- Information:
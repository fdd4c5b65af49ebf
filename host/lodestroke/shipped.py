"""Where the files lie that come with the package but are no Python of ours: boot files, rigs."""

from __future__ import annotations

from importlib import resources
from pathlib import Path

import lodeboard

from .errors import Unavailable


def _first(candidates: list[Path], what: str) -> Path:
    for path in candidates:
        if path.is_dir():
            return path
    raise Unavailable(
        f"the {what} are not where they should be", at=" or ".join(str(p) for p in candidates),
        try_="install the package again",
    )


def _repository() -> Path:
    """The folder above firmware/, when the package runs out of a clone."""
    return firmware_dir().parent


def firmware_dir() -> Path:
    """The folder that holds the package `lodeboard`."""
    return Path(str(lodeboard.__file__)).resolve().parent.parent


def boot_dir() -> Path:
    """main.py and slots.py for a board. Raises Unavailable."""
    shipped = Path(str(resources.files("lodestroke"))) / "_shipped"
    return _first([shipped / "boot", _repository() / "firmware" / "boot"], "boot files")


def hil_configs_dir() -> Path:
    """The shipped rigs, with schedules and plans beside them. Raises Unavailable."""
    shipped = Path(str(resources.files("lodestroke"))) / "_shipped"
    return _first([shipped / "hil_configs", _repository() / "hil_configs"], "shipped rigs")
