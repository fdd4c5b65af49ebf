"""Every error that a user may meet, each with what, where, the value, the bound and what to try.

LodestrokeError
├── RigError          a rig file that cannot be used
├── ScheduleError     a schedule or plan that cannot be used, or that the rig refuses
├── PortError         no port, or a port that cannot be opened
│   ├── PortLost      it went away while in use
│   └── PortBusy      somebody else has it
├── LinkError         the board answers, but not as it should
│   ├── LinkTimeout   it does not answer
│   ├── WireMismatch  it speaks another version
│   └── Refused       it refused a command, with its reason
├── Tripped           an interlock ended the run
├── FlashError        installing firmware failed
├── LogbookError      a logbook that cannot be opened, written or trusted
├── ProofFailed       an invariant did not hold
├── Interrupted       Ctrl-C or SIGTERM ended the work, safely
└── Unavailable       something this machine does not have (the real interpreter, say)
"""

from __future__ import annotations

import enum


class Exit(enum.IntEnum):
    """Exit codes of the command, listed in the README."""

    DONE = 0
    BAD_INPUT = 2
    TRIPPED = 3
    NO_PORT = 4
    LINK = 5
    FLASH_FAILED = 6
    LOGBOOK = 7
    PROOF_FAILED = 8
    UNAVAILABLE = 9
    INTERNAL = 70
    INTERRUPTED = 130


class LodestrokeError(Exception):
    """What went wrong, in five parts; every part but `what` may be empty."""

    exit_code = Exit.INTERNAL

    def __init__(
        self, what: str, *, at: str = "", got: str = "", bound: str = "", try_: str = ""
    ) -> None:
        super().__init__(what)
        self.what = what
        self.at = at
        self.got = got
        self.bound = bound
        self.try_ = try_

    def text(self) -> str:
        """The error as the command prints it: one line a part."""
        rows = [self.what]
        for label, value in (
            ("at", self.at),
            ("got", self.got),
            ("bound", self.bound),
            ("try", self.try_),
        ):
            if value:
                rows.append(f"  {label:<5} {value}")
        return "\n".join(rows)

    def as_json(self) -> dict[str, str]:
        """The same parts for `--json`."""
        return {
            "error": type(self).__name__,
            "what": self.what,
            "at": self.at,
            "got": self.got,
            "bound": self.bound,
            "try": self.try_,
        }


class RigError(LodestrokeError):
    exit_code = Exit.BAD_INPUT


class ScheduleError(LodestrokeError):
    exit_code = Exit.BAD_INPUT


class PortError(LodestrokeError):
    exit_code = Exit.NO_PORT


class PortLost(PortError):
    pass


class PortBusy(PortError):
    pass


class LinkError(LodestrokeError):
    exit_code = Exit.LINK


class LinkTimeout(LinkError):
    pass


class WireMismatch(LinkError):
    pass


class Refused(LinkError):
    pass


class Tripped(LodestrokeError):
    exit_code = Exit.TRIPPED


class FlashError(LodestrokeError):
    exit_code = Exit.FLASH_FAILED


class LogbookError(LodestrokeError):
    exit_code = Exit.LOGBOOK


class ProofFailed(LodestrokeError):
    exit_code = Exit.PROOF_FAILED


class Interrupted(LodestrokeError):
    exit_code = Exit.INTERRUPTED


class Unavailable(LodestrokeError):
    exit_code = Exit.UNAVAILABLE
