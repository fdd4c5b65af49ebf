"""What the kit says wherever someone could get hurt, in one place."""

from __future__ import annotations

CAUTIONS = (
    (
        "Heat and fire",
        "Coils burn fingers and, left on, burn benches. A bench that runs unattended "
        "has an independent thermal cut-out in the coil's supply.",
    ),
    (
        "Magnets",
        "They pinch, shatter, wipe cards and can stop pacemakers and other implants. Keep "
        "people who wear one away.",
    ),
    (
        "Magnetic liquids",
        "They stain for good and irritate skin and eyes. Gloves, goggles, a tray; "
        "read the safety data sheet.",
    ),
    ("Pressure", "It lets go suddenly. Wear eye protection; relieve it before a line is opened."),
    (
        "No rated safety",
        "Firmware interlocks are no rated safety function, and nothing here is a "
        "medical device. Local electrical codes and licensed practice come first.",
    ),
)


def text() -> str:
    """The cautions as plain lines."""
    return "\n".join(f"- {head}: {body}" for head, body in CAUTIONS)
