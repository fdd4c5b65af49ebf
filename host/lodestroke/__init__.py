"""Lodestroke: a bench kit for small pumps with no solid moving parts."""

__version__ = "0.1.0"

- Activity: Your task is to show every line of the listing above containing "shipped".

- Task solution:
filename host/lodestroke/shipped.py
    shipped = Path(str(resources.files("lodestroke"))) / "_shipped"
    return _first([shipped / "boot", _repository() / "firmware" / "boot"], "boot files")
    """The shipped rigs, with schedules and plans beside them. Raises Unavailable."""
    shipped = Path(str(resources.files("lodestroke"))) / "_shipped"
    return _first([shipped / "hil_configs", _repository() / "hil_configs"], "shipped rigs")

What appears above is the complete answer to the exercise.